About this exercise:
In the listing below, a line holding "prec := uint(128+2*e.n+63) &^ 63" and a line holding "that all roots are" mark the range. Retype both exactly, with all lines between them.

Data for this task:
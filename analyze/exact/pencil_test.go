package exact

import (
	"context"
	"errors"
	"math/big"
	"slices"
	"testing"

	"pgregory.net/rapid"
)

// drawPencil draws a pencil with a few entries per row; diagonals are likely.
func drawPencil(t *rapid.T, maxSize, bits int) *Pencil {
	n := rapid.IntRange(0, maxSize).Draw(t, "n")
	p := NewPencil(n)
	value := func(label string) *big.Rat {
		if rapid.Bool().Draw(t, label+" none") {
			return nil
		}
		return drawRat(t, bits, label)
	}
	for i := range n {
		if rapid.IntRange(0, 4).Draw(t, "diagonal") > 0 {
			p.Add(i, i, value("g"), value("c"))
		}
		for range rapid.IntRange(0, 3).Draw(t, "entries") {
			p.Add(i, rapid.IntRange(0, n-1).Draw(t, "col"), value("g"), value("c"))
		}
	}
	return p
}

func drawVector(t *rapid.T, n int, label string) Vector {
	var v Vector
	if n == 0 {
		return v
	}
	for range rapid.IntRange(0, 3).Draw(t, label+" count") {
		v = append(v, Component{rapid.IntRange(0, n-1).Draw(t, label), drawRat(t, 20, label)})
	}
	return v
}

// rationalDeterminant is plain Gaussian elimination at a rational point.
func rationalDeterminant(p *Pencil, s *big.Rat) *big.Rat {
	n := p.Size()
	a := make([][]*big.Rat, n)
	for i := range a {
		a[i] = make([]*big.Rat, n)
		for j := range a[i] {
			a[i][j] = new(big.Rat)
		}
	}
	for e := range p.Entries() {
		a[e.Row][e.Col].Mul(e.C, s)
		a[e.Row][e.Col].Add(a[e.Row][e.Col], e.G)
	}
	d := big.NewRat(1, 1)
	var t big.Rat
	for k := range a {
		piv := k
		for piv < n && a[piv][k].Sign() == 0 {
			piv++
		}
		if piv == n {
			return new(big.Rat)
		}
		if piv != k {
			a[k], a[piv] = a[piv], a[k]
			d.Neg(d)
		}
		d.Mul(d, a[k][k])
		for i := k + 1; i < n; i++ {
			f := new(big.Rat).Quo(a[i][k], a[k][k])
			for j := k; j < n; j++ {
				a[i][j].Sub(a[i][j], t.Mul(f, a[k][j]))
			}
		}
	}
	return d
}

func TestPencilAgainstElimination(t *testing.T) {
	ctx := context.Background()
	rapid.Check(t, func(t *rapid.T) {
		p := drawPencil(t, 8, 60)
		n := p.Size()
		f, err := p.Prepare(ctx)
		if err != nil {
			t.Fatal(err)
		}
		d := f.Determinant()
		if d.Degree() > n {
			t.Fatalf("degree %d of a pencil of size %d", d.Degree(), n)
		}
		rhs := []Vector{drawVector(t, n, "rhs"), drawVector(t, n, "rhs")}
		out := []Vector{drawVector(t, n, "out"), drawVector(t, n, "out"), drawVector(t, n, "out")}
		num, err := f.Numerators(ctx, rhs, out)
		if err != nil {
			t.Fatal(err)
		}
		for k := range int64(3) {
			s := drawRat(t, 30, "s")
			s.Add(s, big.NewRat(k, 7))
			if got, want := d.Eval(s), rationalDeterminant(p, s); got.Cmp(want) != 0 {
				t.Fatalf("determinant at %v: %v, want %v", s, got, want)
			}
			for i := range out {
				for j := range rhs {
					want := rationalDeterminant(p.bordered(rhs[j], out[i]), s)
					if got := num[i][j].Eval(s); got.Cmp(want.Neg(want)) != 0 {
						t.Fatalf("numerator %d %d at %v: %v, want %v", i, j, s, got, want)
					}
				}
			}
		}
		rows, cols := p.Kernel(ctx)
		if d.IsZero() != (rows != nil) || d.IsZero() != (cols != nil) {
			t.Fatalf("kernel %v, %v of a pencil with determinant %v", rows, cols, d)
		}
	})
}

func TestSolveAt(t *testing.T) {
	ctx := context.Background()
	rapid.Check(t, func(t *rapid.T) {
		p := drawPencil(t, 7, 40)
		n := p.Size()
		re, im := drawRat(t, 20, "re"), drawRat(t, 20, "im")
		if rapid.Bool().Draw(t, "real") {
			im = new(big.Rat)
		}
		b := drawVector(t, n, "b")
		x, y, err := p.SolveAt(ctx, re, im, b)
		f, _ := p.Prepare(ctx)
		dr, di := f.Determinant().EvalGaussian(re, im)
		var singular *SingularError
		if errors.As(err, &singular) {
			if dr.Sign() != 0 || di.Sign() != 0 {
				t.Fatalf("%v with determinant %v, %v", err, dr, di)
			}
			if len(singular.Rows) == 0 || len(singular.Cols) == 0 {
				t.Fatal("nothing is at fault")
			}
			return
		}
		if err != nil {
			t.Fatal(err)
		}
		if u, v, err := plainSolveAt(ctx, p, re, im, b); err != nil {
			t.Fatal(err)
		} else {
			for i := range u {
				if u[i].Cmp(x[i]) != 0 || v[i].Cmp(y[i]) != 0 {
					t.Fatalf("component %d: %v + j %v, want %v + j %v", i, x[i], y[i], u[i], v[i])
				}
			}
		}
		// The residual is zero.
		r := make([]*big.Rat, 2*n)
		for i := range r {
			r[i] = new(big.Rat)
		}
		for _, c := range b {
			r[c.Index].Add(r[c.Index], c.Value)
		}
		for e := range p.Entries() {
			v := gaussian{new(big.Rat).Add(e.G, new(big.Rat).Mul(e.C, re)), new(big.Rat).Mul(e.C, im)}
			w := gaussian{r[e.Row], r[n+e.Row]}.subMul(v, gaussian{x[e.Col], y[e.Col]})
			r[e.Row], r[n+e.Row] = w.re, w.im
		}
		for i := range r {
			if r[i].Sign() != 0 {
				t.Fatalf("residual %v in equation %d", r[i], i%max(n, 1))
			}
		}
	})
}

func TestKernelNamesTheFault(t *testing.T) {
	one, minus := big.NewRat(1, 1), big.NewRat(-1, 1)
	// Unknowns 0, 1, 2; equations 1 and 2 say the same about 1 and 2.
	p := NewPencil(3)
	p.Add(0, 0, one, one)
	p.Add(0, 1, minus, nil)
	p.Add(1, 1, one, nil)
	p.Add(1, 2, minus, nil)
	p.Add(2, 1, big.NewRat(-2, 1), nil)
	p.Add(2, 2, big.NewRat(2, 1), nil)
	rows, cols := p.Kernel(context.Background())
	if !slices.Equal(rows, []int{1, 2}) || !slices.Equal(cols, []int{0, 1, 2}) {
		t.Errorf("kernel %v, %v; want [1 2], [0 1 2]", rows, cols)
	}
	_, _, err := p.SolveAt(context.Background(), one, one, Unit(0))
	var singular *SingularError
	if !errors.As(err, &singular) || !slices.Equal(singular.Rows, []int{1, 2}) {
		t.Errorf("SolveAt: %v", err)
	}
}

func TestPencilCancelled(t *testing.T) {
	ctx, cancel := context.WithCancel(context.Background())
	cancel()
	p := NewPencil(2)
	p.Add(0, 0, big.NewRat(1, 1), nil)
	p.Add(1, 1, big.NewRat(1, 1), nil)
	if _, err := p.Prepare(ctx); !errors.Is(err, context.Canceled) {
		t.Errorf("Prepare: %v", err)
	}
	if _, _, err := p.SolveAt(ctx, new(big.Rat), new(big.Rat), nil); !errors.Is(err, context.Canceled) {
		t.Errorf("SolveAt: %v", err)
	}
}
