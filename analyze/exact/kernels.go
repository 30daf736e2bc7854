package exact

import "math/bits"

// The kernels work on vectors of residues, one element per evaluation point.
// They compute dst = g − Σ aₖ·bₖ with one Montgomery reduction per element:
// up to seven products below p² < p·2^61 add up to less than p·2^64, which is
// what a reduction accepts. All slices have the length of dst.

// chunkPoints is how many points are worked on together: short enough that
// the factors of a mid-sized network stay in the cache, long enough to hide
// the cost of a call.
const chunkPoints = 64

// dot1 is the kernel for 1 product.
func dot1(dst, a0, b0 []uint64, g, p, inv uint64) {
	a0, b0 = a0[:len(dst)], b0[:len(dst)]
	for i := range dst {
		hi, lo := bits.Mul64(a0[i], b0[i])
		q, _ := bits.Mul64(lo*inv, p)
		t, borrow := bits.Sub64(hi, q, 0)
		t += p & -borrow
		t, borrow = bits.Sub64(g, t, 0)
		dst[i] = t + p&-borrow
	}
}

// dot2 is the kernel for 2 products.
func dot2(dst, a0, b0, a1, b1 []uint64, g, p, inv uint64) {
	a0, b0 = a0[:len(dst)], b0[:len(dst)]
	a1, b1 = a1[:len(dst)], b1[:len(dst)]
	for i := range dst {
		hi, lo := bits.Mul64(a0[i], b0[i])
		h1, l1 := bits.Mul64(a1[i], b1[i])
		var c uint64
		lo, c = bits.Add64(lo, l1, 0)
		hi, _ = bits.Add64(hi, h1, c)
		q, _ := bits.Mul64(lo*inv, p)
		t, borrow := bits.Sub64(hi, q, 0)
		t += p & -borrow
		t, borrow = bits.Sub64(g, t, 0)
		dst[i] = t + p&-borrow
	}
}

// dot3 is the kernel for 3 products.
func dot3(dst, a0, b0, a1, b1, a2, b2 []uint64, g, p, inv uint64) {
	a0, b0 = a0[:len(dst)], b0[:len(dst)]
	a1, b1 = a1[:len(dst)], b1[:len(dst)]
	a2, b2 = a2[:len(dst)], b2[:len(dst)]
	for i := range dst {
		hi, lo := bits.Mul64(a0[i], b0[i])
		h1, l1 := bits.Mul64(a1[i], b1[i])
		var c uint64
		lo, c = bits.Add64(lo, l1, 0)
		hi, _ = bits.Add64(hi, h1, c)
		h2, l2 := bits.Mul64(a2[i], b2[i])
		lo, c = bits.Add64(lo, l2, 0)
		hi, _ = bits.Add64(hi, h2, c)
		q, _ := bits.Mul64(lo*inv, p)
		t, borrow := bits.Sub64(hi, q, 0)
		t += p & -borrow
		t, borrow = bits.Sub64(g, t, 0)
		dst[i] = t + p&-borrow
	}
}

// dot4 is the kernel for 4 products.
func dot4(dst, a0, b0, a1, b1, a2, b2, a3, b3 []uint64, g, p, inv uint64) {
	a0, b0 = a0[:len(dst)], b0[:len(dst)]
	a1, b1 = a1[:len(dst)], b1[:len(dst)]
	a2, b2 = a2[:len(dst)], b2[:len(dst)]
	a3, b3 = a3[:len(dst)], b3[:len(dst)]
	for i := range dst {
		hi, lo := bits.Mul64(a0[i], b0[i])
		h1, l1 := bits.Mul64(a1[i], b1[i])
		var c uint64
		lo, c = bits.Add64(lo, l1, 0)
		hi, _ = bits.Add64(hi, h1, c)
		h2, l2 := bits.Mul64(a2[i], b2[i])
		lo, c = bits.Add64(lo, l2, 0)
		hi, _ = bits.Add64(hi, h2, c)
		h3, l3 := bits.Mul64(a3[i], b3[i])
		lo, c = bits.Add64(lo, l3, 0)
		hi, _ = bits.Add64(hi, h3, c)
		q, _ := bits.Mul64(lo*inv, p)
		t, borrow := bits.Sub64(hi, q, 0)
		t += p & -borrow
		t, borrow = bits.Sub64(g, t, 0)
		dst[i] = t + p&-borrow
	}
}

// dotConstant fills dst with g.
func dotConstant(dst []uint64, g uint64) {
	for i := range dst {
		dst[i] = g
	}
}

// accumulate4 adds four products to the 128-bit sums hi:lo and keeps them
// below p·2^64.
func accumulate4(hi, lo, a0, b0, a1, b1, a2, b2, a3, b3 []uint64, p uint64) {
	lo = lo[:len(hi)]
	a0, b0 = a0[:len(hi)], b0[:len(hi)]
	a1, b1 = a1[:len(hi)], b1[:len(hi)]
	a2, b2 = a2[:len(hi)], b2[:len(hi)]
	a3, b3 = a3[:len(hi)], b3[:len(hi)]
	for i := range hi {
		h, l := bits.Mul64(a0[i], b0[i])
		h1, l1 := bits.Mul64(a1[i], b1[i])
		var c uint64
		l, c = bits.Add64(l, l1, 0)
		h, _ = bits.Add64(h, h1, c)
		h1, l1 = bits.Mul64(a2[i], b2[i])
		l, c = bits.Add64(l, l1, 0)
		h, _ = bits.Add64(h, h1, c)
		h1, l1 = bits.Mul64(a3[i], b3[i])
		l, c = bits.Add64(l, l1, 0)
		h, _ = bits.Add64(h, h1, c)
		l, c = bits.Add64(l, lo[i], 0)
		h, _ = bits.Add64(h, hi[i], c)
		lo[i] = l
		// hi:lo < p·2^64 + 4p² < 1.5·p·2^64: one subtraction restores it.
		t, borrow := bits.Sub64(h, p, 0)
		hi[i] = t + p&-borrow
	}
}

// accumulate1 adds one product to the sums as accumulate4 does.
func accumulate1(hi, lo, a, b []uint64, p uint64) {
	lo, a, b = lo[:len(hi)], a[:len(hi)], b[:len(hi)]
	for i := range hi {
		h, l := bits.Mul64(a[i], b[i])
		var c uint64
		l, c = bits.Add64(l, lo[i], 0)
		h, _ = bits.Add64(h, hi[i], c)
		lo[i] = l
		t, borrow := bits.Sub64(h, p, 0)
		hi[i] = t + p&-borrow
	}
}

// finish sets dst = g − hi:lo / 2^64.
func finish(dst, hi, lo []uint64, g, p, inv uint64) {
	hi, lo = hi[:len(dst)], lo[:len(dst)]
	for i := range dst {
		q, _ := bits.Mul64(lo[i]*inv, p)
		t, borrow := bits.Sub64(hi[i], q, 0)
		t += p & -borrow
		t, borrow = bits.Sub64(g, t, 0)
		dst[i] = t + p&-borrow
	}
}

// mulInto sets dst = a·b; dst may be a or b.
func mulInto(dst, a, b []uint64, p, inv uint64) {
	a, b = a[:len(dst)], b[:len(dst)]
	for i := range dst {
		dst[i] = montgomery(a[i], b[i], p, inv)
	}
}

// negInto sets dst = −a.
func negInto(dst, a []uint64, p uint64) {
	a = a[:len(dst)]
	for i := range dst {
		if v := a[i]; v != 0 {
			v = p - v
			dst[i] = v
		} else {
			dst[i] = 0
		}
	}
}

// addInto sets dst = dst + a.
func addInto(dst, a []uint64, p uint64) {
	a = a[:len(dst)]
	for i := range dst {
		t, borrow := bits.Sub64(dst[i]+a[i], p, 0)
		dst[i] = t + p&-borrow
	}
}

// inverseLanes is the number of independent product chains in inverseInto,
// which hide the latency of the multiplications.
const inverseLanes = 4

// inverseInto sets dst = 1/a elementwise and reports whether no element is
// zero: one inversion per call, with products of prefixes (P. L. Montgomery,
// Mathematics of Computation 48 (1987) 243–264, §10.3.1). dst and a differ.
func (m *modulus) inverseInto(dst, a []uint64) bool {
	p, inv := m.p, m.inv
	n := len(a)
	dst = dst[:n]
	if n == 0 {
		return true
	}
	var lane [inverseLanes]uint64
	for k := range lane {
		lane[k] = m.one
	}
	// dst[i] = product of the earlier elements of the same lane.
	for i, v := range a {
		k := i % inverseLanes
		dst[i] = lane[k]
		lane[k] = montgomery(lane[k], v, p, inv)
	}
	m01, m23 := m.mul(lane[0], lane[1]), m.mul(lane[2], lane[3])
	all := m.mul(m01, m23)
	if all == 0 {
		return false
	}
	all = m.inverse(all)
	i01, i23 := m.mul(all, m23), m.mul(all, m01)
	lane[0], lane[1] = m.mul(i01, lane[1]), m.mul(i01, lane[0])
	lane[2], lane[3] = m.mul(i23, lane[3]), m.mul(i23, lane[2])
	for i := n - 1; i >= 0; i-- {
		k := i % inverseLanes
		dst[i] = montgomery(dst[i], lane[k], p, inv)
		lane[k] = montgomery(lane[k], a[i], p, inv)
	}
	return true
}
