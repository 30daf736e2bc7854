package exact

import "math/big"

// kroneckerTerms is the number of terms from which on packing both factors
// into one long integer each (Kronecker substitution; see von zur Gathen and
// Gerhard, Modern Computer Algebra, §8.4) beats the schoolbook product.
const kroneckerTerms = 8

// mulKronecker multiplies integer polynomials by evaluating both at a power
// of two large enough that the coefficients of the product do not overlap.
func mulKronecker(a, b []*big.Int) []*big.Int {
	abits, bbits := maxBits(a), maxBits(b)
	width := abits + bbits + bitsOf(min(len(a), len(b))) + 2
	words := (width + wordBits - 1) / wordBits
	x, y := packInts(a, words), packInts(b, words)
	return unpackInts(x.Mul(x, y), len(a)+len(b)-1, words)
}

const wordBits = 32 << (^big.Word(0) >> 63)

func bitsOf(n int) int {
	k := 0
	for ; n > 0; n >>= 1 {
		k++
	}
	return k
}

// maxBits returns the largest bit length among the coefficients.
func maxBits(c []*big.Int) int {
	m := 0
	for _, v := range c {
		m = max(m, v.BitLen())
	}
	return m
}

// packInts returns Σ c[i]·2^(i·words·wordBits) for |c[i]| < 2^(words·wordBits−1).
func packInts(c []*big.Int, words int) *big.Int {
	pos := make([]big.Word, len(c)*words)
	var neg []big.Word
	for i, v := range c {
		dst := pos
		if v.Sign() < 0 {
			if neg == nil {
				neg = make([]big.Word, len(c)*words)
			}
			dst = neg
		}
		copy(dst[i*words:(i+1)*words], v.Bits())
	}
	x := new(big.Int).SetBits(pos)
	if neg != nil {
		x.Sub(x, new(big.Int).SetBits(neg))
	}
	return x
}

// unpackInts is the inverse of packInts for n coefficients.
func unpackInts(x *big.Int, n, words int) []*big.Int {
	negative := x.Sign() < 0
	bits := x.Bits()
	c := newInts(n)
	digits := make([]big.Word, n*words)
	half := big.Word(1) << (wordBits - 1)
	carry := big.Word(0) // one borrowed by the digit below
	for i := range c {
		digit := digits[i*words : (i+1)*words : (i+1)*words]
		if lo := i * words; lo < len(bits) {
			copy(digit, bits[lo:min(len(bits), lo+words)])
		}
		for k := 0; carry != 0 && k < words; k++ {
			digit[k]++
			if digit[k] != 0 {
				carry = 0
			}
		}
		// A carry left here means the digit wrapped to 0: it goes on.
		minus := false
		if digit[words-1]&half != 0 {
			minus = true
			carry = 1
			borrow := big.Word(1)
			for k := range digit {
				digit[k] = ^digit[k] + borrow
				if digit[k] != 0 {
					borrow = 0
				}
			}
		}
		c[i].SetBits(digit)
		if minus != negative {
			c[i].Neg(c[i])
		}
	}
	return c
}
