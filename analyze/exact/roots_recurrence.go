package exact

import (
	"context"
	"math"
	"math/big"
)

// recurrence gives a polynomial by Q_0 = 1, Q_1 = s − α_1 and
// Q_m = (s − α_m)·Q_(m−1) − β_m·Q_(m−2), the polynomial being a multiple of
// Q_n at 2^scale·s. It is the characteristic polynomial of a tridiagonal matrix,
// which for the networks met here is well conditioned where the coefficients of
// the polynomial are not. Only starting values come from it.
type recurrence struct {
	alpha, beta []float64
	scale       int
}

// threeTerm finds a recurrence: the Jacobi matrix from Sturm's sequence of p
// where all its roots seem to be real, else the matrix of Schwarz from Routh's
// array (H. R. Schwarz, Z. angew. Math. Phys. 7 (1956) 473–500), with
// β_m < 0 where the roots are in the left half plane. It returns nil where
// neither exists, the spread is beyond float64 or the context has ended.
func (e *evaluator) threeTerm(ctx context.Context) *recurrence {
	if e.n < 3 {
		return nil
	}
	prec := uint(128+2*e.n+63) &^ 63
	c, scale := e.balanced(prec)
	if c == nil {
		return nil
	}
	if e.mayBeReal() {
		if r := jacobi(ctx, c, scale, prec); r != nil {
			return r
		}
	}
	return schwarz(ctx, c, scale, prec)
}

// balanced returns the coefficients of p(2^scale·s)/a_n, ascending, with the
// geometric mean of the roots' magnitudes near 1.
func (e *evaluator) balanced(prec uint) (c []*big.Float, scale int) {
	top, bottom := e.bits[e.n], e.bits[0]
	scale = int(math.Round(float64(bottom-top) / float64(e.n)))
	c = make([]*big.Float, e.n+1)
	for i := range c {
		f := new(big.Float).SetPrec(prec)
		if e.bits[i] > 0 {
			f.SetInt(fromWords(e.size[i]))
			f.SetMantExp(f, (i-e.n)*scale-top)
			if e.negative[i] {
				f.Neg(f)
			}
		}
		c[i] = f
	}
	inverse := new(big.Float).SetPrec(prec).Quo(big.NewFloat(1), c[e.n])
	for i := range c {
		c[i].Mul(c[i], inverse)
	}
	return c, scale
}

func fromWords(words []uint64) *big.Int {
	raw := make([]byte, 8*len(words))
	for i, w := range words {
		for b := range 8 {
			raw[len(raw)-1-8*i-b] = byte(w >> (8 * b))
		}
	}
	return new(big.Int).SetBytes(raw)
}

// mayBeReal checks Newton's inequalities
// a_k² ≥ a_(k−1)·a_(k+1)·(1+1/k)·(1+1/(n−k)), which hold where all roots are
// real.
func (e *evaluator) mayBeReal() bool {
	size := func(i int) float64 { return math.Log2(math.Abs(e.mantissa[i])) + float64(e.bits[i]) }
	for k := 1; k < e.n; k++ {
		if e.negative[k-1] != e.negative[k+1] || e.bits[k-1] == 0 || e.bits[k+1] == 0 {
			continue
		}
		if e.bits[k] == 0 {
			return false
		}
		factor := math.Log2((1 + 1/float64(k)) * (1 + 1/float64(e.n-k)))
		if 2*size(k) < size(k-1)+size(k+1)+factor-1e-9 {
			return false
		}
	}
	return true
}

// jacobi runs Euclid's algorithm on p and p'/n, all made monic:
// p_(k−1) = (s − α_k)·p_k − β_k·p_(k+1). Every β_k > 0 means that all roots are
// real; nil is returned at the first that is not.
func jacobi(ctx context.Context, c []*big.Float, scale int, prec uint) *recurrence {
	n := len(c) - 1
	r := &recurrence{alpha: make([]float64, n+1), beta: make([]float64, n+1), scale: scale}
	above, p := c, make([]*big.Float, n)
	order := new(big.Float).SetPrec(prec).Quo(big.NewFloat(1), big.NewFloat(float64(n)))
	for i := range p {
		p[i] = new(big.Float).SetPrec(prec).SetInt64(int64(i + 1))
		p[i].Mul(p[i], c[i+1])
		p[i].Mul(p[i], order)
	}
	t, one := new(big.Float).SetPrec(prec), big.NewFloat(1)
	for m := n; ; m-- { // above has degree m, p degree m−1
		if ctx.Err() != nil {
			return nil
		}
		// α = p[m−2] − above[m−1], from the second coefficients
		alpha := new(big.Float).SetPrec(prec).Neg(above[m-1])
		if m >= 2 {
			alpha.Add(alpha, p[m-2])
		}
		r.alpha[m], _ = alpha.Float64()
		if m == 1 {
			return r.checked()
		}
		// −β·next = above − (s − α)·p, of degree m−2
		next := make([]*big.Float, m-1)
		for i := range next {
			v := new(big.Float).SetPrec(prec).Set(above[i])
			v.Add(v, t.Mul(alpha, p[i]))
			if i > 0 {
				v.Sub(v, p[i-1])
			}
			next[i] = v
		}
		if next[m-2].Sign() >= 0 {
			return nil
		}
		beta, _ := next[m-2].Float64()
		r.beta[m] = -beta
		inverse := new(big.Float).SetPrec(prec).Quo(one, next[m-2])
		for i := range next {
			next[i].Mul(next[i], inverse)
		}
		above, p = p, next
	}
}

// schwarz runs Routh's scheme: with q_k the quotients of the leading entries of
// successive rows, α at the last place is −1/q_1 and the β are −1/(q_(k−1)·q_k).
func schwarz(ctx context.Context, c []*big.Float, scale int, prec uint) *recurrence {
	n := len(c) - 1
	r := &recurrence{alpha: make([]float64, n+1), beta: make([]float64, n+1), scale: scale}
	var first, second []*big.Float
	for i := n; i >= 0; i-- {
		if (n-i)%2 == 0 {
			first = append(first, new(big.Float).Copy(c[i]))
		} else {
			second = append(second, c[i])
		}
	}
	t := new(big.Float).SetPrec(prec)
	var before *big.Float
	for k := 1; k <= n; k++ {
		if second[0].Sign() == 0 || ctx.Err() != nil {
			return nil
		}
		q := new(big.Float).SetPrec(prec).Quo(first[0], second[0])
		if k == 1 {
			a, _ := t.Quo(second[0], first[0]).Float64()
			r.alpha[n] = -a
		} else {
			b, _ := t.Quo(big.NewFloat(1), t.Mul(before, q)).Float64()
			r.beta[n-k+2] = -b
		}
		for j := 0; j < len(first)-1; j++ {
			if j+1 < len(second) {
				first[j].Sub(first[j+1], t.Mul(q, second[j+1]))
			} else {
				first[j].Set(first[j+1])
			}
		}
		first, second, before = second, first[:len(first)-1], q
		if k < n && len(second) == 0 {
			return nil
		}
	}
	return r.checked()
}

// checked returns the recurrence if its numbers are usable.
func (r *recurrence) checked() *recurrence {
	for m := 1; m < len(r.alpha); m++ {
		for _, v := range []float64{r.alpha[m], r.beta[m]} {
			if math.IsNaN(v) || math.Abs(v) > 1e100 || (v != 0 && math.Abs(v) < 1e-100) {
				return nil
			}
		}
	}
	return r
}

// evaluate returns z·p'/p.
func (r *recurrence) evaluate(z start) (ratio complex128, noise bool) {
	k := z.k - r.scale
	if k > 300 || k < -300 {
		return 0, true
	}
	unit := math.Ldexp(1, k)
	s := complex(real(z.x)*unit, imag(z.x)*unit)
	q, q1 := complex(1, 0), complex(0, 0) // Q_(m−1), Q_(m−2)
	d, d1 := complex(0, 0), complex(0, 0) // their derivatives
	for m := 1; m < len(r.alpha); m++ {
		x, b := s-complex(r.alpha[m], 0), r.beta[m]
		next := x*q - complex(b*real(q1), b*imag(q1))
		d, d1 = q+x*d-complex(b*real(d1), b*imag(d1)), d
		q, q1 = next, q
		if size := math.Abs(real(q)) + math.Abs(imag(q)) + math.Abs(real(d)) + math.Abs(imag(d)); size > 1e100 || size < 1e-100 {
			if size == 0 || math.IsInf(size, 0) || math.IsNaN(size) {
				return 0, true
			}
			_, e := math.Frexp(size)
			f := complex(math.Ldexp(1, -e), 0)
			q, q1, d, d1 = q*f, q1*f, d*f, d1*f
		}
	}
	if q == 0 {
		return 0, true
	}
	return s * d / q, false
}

Answer to this exercise:
	prec := uint(128+2*e.n+63) &^ 63
	c, scale := e.balanced(prec)
	if c == nil {
		return nil
	}
	if e.mayBeReal() {
		if r := jacobi(ctx, c, scale, prec); r != nil {
			return r
		}
	}
	return schwarz(ctx, c, scale, prec)
}

// balanced returns the coefficients of p(2^scale·s)/a_n, ascending, with the
// geometric mean of the roots' magnitudes near 1.
func (e *evaluator) balanced(prec uint) (c []*big.Float, scale int) {
	top, bottom := e.bits[e.n], e.bits[0]
	scale = int(math.Round(float64(bottom-top) / float64(e.n)))
	c = make([]*big.Float, e.n+1)
	for i := range c {
		f := new(big.Float).SetPrec(prec)
		if e.bits[i] > 0 {
			f.SetInt(fromWords(e.size[i]))
			f.SetMantExp(f, (i-e.n)*scale-top)
			if e.negative[i] {
				f.Neg(f)
			}
		}
		c[i] = f
	}
	inverse := new(big.Float).SetPrec(prec).Quo(big.NewFloat(1), c[e.n])
	for i := range c {
		c[i].Mul(c[i], inverse)
	}
	return c, scale
}

func fromWords(words []uint64) *big.Int {
	raw := make([]byte, 8*len(words))
	for i, w := range words {
		for b := range 8 {
			raw[len(raw)-1-8*i-b] = byte(w >> (8 * b))
		}
	}
	return new(big.Int).SetBytes(raw)
}

// mayBeReal checks Newton's inequalities
// a_k² ≥ a_(k−1)·a_(k+1)·(1+1/k)·(1+1/(n−k)), which hold where all roots are
// real.
func (e *evaluator) mayBeReal() bool {
	size := func(i int) float64 { return math.Log2(math.Abs(e.mantissa[i])) + float64(e.bits[i]) }
	for k := 1; k < e.n; k++ {
		if e.negative[k-1] != e.negative[k+1] || e.bits[k-1] == 0 || e.bits[k+1] == 0 {
			continue
		}
		if e.bits[k] == 0 {
			return false
		}
		factor := math.Log2((1 + 1/float64(k)) * (1 + 1/float64(e.n-k)))
		if 2*size(k) < size(k-1)+size(k+1)+factor-1e-9 {
			return false
		}
	}
	return true
}

// jacobi runs Euclid's algorithm on p and p'/n, all made monic:
// p_(k−1) = (s − α_k)·p_k − β_k·p_(k+1). Every β_k > 0 means that all roots are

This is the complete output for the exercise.